What makes these reformed viruses stop growing, and stop slaying tumors, as Chiocca reported, is a friendly-fire counterattack by elements of the body's immune system. In in vivo experiments using rats with three glioblastomas implanted at separate sites in their brains, he and his team found that, "for the first time, at least in our lab, and I think in other labs, we've been able to show that after treatment with the oncolytic virus - without the intervention of some undefined immune system - we can cause all three tumors in these animals' brains to involute, to shrink. And that suggests a possible treatment modality for patients who have these types of cancers.

"I think the basic scientific finding of this article," Chiocca observed, "is that the innate immune response of the animal - and probably of humans - imposes a barrier, and impedes the successful infection and propagation of such oncolytic viruses in tumors. What we found were some of the components of the innate immune system, such as complement and preimmune immunoglobulins, which appear to impede the ability of the virus to infect and kill tumors."

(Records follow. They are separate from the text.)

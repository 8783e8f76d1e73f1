/**
 * End to end in browser mode: Debian's Chromium drives the real page against the real host
 * on 127.0.0.1. References outside the page: core run directly in Node on the same files
 * (the page must show exactly those numbers, so it holds no analysis of its own), linear
 * interpolation worked by hand, the demo scenario's stated outcome (day 2 reaches VT1 at a
 * lower VO2), `twofold verify` (exit 0) and poppler's `pdfsig` as independent verdicts on the
 * signed PDF, poppler's `pdftotext` reading the report's pages back, m:ss worked by hand
 * (floor(s / 60), then the seconds padded), and the palette's stated colour for each verdict.
 */
import { execFileSync } from 'node:child_process';
import { createHash } from 'node:crypto';
import { readdirSync, readFileSync, statSync } from 'node:fs';
import { join } from 'node:path';
import { afterAll, beforeAll, describe, expect, it } from 'vitest';
import type { Page } from 'playwright-core';
import { newCase } from '../../core/case/new-case';
import { recomputeCase, type CaseOutcome } from '../../core/case/recompute';
import { defaultEngine } from '../../core/case/default-engine';
import type { Comparison } from '../../core/compare/compare-tests';
import { DEFAULT_SETTINGS } from '../../core/model/settings';
import { noClinicalInputs } from '../../core/analyze/analyze-test';
import { DEMO_FOLDER, DEMO_PAIR } from '../../host/demo-job';
import { vslopeView } from '../../core/report/vslope-view';
import { verdictStyle } from '../../core/palette';
import { numberIn, ROOT, SCREENSHOTS, SCREENSHOTS_ENV, startWorkbench, type Workbench } from './harness';

let bench: Workbench;
let page: Page;
let reference: CaseOutcome<Comparison>;

/** Core's own result on the demo pair, computed here without the page. */
function referenceOutcome(): CaseOutcome<Comparison> {
  const day1 = { name: DEMO_PAIR.day1, bytes: new Uint8Array(readFileSync(join(DEMO_FOLDER, DEMO_PAIR.day1))) };
  const day2 = { name: DEMO_PAIR.day2, bytes: new Uint8Array(readFileSync(join(DEMO_FOLDER, DEMO_PAIR.day2))) };
  const caseFile = newCase('2026-01-01T00:00:00Z', day1, day2, DEFAULT_SETTINGS, { day1: noClinicalInputs(), day2: noClinicalInputs() });
  const outcome = recomputeCase(caseFile, { day1: day1.bytes, day2: day2.bytes }, defaultEngine);
  if (!outcome.ok) throw new Error(outcome.error.message);
  return outcome.value;
}

/** Linear interpolation of y at x between the two neighbouring points (x ascending). */
function interpolate(xs: readonly number[], ys: readonly number[], x: number): number {
  for (let i = 1; i < xs.length; i++) {
    if (xs[i] >= x) return ys[i - 1] + ((x - xs[i - 1]) / (xs[i] - xs[i - 1])) * (ys[i] - ys[i - 1]);
  }
  return ys[ys.length - 1];
}

const cell = (row: string, column: number) => page.locator(`${row} > :nth-child(${column})`).textContent();

/** m:ss worked by hand: 814 s → '13:34'. */
const byHand = (s: number) => {
  const whole = Math.round(s);
  return `${Math.floor(whole / 60)}:${String(whole % 60).padStart(2, '0')}`;
};

/** The tracked screenshots and their SHA-256, to show an ordinary run leaves them untouched. */
const TRACKED = join(ROOT, 'docs', 'screenshots');
const refreshing = process.env[SCREENSHOTS_ENV] === 'docs';
const trackedHashes = () => Object.fromEntries(readdirSync(TRACKED).filter((n) => n.endsWith('.png')).map((n) => [n, createHash('sha256').update(readFileSync(join(TRACKED, n))).digest('hex')]));
let trackedBefore: Record<string, string> = {};
let draftPath = '';
const startedMs = Date.now();

/**
 * Moves the mouse onto point `k` of trace `traceName` of a plotly chart and returns the hover
 * label's text and the point's x (plotly's own axis mapping gives the pixel).
 */
async function hoverPoint(testId: string, traceName: string, k: number): Promise<{ text: string; x: number }> {
  const chart = page.locator(`[data-testid="${testId}"]`);
  await chart.scrollIntoViewIfNeeded();
  const at = await chart.evaluate(
    (el, [name, index]) => {
      const gd = el as unknown as { _fullLayout: Record<string, { _offset: number; l2p: (v: number) => number }>; _fullData: { name: string; x: number[]; y: (number | null)[]; yaxis?: string }[] };
      const trace = gd._fullData.find((t) => t.name === name)!;
      let i = index as number;
      while (trace.y[i] === null || !Number.isFinite(trace.y[i] as number)) i++;
      const xa = gd._fullLayout.xaxis;
      const ya = gd._fullLayout[trace.yaxis === 'y2' ? 'yaxis2' : 'yaxis'];
      return { px: xa._offset + xa.l2p(trace.x[i]), py: ya._offset + ya.l2p(trace.y[i] as number), x: trace.x[i] };
    },
    [traceName, k] as const,
  );
  const box = (await chart.boundingBox())!;
  await page.mouse.move(box.x + at.px, box.y + at.py);
  await page.waitForFunction((id) => (document.querySelector(`[data-testid="${id}"] .hoverlayer`)?.textContent ?? '') !== '', testId, { timeout: 5000 });
  const text = (await chart.locator('.hoverlayer').textContent())!;
  // The point plotly chose (the nearest to the pointer, which may be a neighbour of point k).
  const hovered = await chart.evaluate((el) => (el as unknown as { _hoverdata: { x: number }[] })._hoverdata[0].x);
  await page.mouse.move(0, 0);
  expect(Math.abs(hovered - at.x)).toBeLessThan(60);
  return { text, x: hovered };
}

type Box = { x: number; y: number; width: number; height: number };
/** The distance between two boxes (0 when they touch or overlap). */
function gap(a: Box, b: Box): number {
  const dx = Math.max(0, b.x - (a.x + a.width), a.x - (b.x + b.width));
  const dy = Math.max(0, b.y - (a.y + a.height), a.y - (b.y + b.height));
  return Math.hypot(dx, dy);
}
const shot = (name: string) => page.screenshot({ path: join(SCREENSHOTS, `${name}.png`), fullPage: true });

async function goTo(label: string) {
  await page.locator('nav.screens button', { hasText: label }).click();
}

beforeAll(async () => {
  trackedBefore = trackedHashes();
  reference = referenceOutcome();
  bench = await startWorkbench();
  page = await bench.newPage();
  await page.goto(bench.bridge.url);
  await page.fill('input[aria-label="Reviewer name"]', 'R. Okafor');
  await page.fill('input[aria-label="Reviewer role"]', 'exercise physiologist');
});

afterAll(async () => {
  await bench?.close();
});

He continued: "To remove these components in a transient manner, we used a drug called cyclophosphamide, which is an immune suppressor. This treatment allowed more viruses to survive in the circulation and in the infected tumors. They were therefore more efficacious at killing these tumors." He added that on this score, "A small percentage of the animals even survived long term with the tumors gone - and this in a model in which all untreated rats die within two weeks of tumor implantation."

Primates Within A Year; Human Phase I In View

"What we plan to do next," Chiocca said, "is to proceed within 12 months to preclinical toxicity studies, using primates. If these show that this treatment is relatively safe, we can design an appropriate clinical Phase I trial of this type of therapy for patients with multiple tumors in an organ." He expressed the hope that "this will lead to a brain-cancer treatment that involves injecting a tumor-specific virus into the patient's bloodstream, much as in angiography.

"I think that these oncolytic viruses are very versatile systems," Chiocca opined. "They possess multiple genes that can be deleted. We're hoping that we can engineer the super-virus, which will be even more selective in targeting and killing tumor cells while sparing normal cells. Moreover," he suggested, "you can also engineer these viruses to be gene-therapy vectors, where you place various anticancer functions into viruses, which they would deliver to the tumor.

"We have made viruses," Chiocca concluded, "that are not only oncolytic, but also deliver genes that increase the sensitivity of the tumor to chemotherapeutic agents, or to radiation, thus helping increase - rather than impede - immune responses against the tumor."